### WORK TO BE COMPLETED
Wherever the word "paths" occurs in the listing, copy the whole line.

### MATERIAL PROVIDED

__________________________________________________

"""Files that open and then cannot be read: damaged or cut short, or gone while they were read."""

from __future__ import annotations

from collections.abc import Iterable
from pathlib import Path

import dask
import numpy as np
import xarray as xr

from cropstress.errors import Fault
from cropstress.weather.open import OpenFile, open_files

#: What the NetCDF library raises when values cannot be read.
READING = (OSError, RuntimeError)


def damage_faults(variables: Iterable[tuple[OpenFile, str]]) -> list[Fault]:
    """Read variables whole and return which of them cannot be; called once something could not be read.

    Parameters
    ----------
    variables : iterable of (OpenFile, str)
        Files and the names of their variables.

    Returns
    -------
    list of Fault
        One for each variable that cannot be read, with the first step where it fails.
    """
    faults = []
    for file, name in variables:
        found = _first_failure(file.dataset.variables[name])
        if found is not None:
            step, reason = found
            along = file.dataset.variables[name].dims[:1]
            place = f" from step {step + 1} of its dimension '{along[0]}' on" if step else ""
            what = f"its values cannot be read{place} ({reason})"
            remedy = "The file is damaged or was cut short: copy or download it again."
            faults.append(Fault(what, f"{file.label}: {name}", remedy))
    return faults


def damage_in_files(paths: Iterable[Path], base: Path | None, names: Iterable[str]) -> list[Fault]:
    """Open files anew, read the variables of some names, and return what cannot be read.

    Parameters
    ----------
    paths : iterable of Path
        The files.
    base : Path or None
        The folder their labels are relative to.
    names : iterable of str
        Names of variables; those a file does not hold are passed over.
    """
    opened, faults = open_files(paths, base)
    wanted = set(names)
    for file in opened:
        with file.dataset:
            held = [str(name) for name in file.dataset.variables if name in wanted]
            faults += damage_faults((file, name) for name in held)
    return faults


def _first_failure(variable: xr.Variable) -> tuple[int, str] | None:
    """Return the first step along the first dimension that cannot be read, and why."""
    ends = np.cumsum(variable.chunks[0]) if variable.chunks else np.array(variable.shape[:1] or [0])
    for first, after in zip([0, *ends[:-1]], ends, strict=True):
        try:
            with dask.config.set(scheduler="synchronous"):
                _ = variable[first:after].values if variable.ndim else variable.values
        except READING as error:
            return int(first), str(getattr(error, "strerror", None) or error)
    return None
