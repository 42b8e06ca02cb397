"""The invented weather of Tessavar in 2021: passing systems, two heat waves, a dry basin and sea air.

Numbers are chosen by hand so that the season looks like one of the middle latitudes; none is measured.
"""

from __future__ import annotations

from dataclasses import dataclass

import numpy as np
from invented_land import COLUMNS, LATITUDE, ROWS, Land, gaussian, places, smooth_step

SEED = 20210401
FIRST_DAY_OF_YEAR = 91  # 1 April 2021
DAYS = 198  # to 15 October 2021


@dataclass(frozen=True)
class HeatWave:
    """A spell of hot air: first and last day of the year, footprint as shares of the region, strength [K]."""

    first: int
    last: int
    centre_at_start: tuple[float, float]
    centre_at_end: tuple[float, float]
    radii: tuple[float, float]
    strength: float


# 25 June to 4 July over the dry basin and the south; 30 July to 9 August over the plain and the hills
HEAT_WAVES = (
    HeatWave(176, 185, (0.98, 0.14), (0.72, 0.24), (0.36, 0.36), 7.0),
    HeatWave(211, 221, (0.42, 0.46), (0.68, 0.82), (0.36, 0.34), 9.5),
)


class RandomFields:
    """Smooth random fields of unit variance from one seeded stream.

    Only the raw output of PCG64 is used, which numpy keeps the same in every version; the normal
    distribution comes from smoothing and from adding uniform numbers.
    """

    def __init__(self, seed: int) -> None:
        """Start the stream from a seed."""
        self.stream = np.random.PCG64(seed)

    def noise(self, rows: int, columns: int) -> np.ndarray:
        """Independent values of mean 0 and variance 1; (rows, columns) [1]."""
        raw = self.stream.random_raw(4 * rows * columns) >> np.uint64(11)
        uniform = (raw.astype(np.float64) * 2.0**-53).reshape(4, rows, columns)
        return (uniform.sum(axis=0) - 2.0) * np.sqrt(3.0)

    @staticmethod
    def weights(targets: np.ndarray, sources: np.ndarray, reach: float) -> np.ndarray:
        """Gaussian weights from sources to targets whose squares add up to 1; (targets, sources) [1]."""
        weights = np.exp(-0.5 * ((targets[:, None] - sources[None, :]) / reach) ** 2)
        return weights / np.sqrt((weights**2).sum(axis=1, keepdims=True))

    def passing(self, reach: float, cells_per_day: float) -> np.ndarray:
        """Pattern that moves eastward over the region, a fixed number of cells a day.

        Parameters
        ----------
        reach : float [cells]
            Smoothing length; the correlation of two places falls to 1/e at twice this distance.
        cells_per_day : float [cells d-1]
            How far it moves each day.

        Returns
        -------
        numpy.ndarray (DAYS, ROWS, COLUMNS) [1]
        """
        step = max(reach / 4.0, 1.0)
        margin = 4.0 * reach
        source_rows = np.arange(-margin, ROWS + margin, step)
        source_columns = np.arange(-margin - cells_per_day * DAYS, COLUMNS + margin, step)
        noise = self.noise(source_rows.size, source_columns.size)
        by_row = self.weights(np.arange(ROWS, dtype=float), source_rows, reach) @ noise
        field = np.empty((DAYS, ROWS, COLUMNS))
        for day in range(DAYS):
            columns = np.arange(COLUMNS) - cells_per_day * day
            near = (source_columns >= columns[0] - margin) & (source_columns <= columns[-1] + margin)
            field[day] = by_row[:, near] @ self.weights(columns, source_columns[near], reach).T
        return field

    def still(self, reach: float) -> np.ndarray:
        """Pattern that stays; (ROWS, COLUMNS) [1]."""
        margin = int(np.ceil(4 * reach))
        source_rows, source_columns = np.arange(-margin, ROWS + margin), np.arange(-margin, COLUMNS + margin)
        rows = self.weights(np.arange(ROWS, dtype=float), source_rows, reach)
        columns = self.weights(np.arange(COLUMNS, dtype=float), source_columns, reach)
        return rows @ self.noise(source_rows.size, source_columns.size) @ columns.T


def heat(day_of_year: np.ndarray) -> tuple[np.ndarray, np.ndarray]:
    """How far each day and cell is inside a heat wave, and by how much it warms the day.

    Returns
    -------
    presence : numpy.ndarray (DAYS, ROWS, COLUMNS) [1]
        0 outside, 1 in the middle at its height.
    warming : numpy.ndarray (DAYS, ROWS, COLUMNS) [K]
    """
    east, north = places()
    presence = np.zeros((day_of_year.size, ROWS, COLUMNS))
    warming = np.zeros_like(presence)
    for wave in HEAT_WAVES:
        # the air warms over four days, goes on warming slowly and is swept away in two
        rise = smooth_step(day_of_year, wave.first - 1, wave.first + 3)
        fall = 1.0 - smooth_step(day_of_year, wave.last - 1, wave.last + 1)
        through = np.clip((day_of_year - wave.first) / (wave.last - wave.first), 0.0, 1.0)
        height = rise * fall * (0.82 + 0.18 * through)
        for day in np.flatnonzero(height > 0):
            share = through[day]
            centre = tuple(
                (1 - share) * start + share * end
                for start, end in zip(wave.centre_at_start, wave.centre_at_end, strict=True)
            )
            now = height[day] * gaussian(east, north, centre, wave.radii)
            presence[day] = np.maximum(presence[day], now)
            warming[day] += wave.strength * now
    return presence, warming


def extraterrestrial_radiation(day_of_year: np.ndarray, latitude: np.ndarray) -> np.ndarray:
    """Radiation on top of the air, FAO-56 Eqs. 21 and 23-25; (DAYS, ROWS, 1) [W m-2]."""
    angle = (2 * np.pi * day_of_year / 365.0)[:, None]
    nearness = 1 + 0.033 * np.cos(angle)
    declination = 0.409 * np.sin(angle - 1.39)
    latitude = np.deg2rad(latitude)[None, :]
    sunset = np.arccos(-np.tan(latitude) * np.tan(declination))
    height = sunset * np.sin(latitude) * np.sin(declination)
    height = height + np.cos(latitude) * np.cos(declination) * np.sin(sunset)
    megajoule_per_day = 24 * 60 / np.pi * 0.0820 * nearness * height
    return megajoule_per_day[:, :, None] * 1e6 / 86400.0


def saturation_pressure(temperature: np.ndarray) -> np.ndarray:
    """FAO-56 Eq. 11; [degC] to [kPa]."""
    return 0.6108 * np.exp(17.27 * temperature / (temperature + 237.3))


def make_weather(land: Land, fields: RandomFields) -> dict[str, np.ndarray]:
    """Daily weather over land and sea, each (DAYS, ROWS, COLUMNS).

    Returns
    -------
    dict of str to numpy.ndarray
        `tasmax`, `tasmin` [degC, whole tenths], `hurs` [%], `rsds` [W m-2], `sfcWind` [m s-1].
    """
    day_of_year = FIRST_DAY_OF_YEAR + np.arange(DAYS, dtype=float)
    _, north = places()
    inland, dryness, elevation = land.inland, land.dryness, land.elevation
    hilliness = smooth_step(elevation, 250.0, 800.0)

    systems = fields.passing(reach=38.0, cells_per_day=30.0)
    systems = 1.6 * np.tanh(systems / 1.6)  # so that no third heat wave comes by chance
    fronts = fields.passing(reach=11.0, cells_per_day=22.0)
    clouds = fields.passing(reach=28.0, cells_per_day=34.0)
    showers = fields.passing(reach=5.0, cells_per_day=17.0)
    puffs = fields.passing(reach=1.6, cells_per_day=13.0)
    winds = fields.passing(reach=24.0, cells_per_day=36.0)
    soils = fields.still(reach=1.8)
    presence, warming = heat(day_of_year)
    warming = warming * (0.35 + 0.65 * inland) * (1 - 0.12 * hilliness)
    calm = 1.0 - 0.65 * presence  # passing systems weaken under a standing high

    season = np.cos(2 * np.pi * (day_of_year - 204.0) / 365.0)[:, None, None]
    sea_season = np.cos(2 * np.pi * (day_of_year - 220.0) / 365.0)[:, None, None]
    summer = 0.5 + 0.5 * season

    darkness = (
        calm * (0.85 * clouds + 0.55 * showers + 0.30 * fronts - 0.30 * systems) + 0.22 * puffs
        + 0.45 * hilliness - 0.80 * dryness - 0.55 * summer - 2.4 * presence - 0.05
    )  # fmt: skip
    cloudiness = 1.0 / (1.0 + np.exp(-1.35 * darkness))
    clear_sky = (0.75 + 2e-5 * elevation) * extraterrestrial_radiation(day_of_year, LATITUDE)  # FAO-56 Eq. 37
    clearness = 0.97 - 0.72 * cloudiness**1.35
    radiation = np.rint(clearness * clear_sky)

    climate = (
        13.6 + 0.5 * inland + 1.2 * dryness - 2.2 * (north - 0.5) - 0.0058 * elevation + 0.22 * soils
        + (1 - inland) * 6.6 * sea_season + inland * (9.9 + 0.7 * dryness) * season
    )  # fmt: skip
    mean = climate + warming + calm * ((1.5 + 0.9 * inland) * systems + 0.9 * fronts)
    mean = mean - 1.6 * (cloudiness - 0.4) * inland * summer
    widest = 4.6 + 7.6 * inland + 2.0 * dryness - 1.6 * hilliness + 0.8 * presence + 0.2 * soils
    daily_range = np.maximum(widest * (0.42 + 0.68 * (clearness - 0.25) / 0.72), 1.5)
    tmax = np.rint(10.0 * (mean + 0.54 * daily_range)) / 10.0
    tmin = np.rint(10.0 * (mean - 0.46 * daily_range)) / 10.0

    # the dew point lies near the night's lowest temperature, further below it where and when it is dry
    depression = (
        0.4 + 1.1 * inland + 4.2 * dryness * (0.4 + 0.6 * summer) + 2.2 * presence * inland
        - 1.6 * (cloudiness - 0.4) + 0.5 * calm * winds + 0.35 * fronts
    )  # fmt: skip
    vapour_pressure = saturation_pressure(tmin - np.maximum(depression, 0.0))
    saturation = 0.5 * (saturation_pressure(tmax) + saturation_pressure(tmin))  # FAO-56 Eqs. 12 and 19
    humidity = np.rint(2.0 * 100.0 * vapour_pressure / saturation) / 2.0

    wind = (4.3 - 1.3 * inland + 1.3 * hilliness + 0.12 * soils) * np.exp(0.27 * calm * winds + 0.08 * fronts)
    wind = np.maximum(wind * (1 - 0.25 * presence), 0.6)
    wind = np.rint(10.0 * wind) / 10.0
    return {"tasmax": tmax, "tasmin": tmin, "hurs": humidity, "rsds": radiation, "sfcWind": wind}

__________________________________________________

### ANSWER TO THIS PROBLEM
def damage_in_files(paths: Iterable[Path], base: Path | None, names: Iterable[str]) -> list[Fault]:
    paths : iterable of Path
    opened, faults = open_files(paths, base)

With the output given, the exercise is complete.